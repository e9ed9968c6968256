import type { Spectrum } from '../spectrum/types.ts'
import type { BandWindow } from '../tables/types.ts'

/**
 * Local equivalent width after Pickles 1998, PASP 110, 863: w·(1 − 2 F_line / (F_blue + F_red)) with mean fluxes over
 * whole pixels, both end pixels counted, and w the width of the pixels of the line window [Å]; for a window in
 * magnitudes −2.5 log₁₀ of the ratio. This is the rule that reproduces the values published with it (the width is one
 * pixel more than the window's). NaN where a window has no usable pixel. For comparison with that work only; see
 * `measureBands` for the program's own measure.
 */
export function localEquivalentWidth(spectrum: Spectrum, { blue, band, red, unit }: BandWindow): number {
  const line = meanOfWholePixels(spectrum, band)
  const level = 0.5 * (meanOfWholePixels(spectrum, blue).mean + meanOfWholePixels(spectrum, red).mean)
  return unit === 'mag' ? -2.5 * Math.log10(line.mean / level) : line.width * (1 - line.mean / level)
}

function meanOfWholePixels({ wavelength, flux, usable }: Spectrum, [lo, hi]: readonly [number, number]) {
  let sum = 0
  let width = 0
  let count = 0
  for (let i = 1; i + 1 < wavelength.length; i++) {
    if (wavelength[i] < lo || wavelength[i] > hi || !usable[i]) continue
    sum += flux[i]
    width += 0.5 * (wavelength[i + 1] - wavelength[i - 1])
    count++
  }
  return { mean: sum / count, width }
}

+ + + +

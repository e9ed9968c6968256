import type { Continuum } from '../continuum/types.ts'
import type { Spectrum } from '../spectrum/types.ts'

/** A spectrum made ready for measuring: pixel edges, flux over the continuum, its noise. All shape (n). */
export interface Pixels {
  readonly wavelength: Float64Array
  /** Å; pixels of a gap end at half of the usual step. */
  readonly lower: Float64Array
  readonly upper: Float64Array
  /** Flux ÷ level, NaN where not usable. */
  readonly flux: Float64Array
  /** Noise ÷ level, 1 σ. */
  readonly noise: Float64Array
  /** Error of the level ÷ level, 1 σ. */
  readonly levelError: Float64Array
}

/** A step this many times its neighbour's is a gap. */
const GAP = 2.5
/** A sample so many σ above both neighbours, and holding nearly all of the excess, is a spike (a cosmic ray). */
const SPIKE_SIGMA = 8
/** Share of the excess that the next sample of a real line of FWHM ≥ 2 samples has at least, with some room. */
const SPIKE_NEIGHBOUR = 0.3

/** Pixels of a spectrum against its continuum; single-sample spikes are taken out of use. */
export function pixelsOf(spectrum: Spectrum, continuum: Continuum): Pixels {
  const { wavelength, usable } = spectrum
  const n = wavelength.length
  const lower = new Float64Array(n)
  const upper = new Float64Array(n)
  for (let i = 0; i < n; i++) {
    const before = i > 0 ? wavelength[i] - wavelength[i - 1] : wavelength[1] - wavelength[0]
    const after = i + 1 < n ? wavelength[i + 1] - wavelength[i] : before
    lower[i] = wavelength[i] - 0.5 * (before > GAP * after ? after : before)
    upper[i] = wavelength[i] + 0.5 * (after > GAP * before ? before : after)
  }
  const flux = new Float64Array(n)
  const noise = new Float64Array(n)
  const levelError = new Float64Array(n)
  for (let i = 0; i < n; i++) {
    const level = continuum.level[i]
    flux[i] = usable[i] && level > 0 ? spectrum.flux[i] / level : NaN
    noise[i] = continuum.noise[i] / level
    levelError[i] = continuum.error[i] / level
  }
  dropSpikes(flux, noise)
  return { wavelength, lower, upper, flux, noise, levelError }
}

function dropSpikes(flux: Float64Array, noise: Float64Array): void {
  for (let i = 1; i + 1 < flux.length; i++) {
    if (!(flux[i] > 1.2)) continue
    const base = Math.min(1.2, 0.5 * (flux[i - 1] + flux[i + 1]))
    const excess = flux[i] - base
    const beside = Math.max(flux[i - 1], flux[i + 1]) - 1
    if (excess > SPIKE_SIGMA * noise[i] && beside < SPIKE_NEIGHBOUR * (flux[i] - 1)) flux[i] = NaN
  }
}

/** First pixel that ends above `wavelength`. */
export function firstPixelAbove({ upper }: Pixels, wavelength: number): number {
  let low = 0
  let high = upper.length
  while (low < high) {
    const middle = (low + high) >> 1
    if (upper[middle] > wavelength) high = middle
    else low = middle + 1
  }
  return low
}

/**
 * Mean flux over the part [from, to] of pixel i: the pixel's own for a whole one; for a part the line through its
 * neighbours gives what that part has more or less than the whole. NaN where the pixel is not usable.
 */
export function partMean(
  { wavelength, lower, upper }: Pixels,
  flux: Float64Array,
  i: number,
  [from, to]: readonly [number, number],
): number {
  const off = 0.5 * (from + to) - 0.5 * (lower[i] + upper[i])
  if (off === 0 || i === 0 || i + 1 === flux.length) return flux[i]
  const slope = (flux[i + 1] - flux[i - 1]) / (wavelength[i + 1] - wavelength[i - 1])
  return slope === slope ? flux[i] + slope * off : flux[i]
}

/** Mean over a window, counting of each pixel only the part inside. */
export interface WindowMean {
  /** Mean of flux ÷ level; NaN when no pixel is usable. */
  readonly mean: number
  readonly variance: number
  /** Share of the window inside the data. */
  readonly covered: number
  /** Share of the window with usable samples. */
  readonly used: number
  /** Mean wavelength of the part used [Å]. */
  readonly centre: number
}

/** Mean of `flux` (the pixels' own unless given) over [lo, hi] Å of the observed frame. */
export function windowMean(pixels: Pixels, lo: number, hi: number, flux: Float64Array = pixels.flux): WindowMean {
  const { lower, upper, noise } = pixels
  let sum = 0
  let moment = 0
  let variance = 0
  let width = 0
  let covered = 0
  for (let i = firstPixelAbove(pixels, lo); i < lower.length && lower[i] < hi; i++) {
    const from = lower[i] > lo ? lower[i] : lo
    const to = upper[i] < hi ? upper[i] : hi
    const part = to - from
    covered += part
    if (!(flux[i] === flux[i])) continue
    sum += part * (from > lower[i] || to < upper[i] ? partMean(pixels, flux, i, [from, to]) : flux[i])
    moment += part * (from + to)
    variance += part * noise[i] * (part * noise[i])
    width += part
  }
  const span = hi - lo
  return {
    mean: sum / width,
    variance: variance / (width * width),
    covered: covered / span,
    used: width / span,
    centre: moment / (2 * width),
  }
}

+ + + +

_AIM OF THE TASK_
Each line in the data above either holds "base" or does not. State how many do, as a bare number.

_TASK RESULT_
2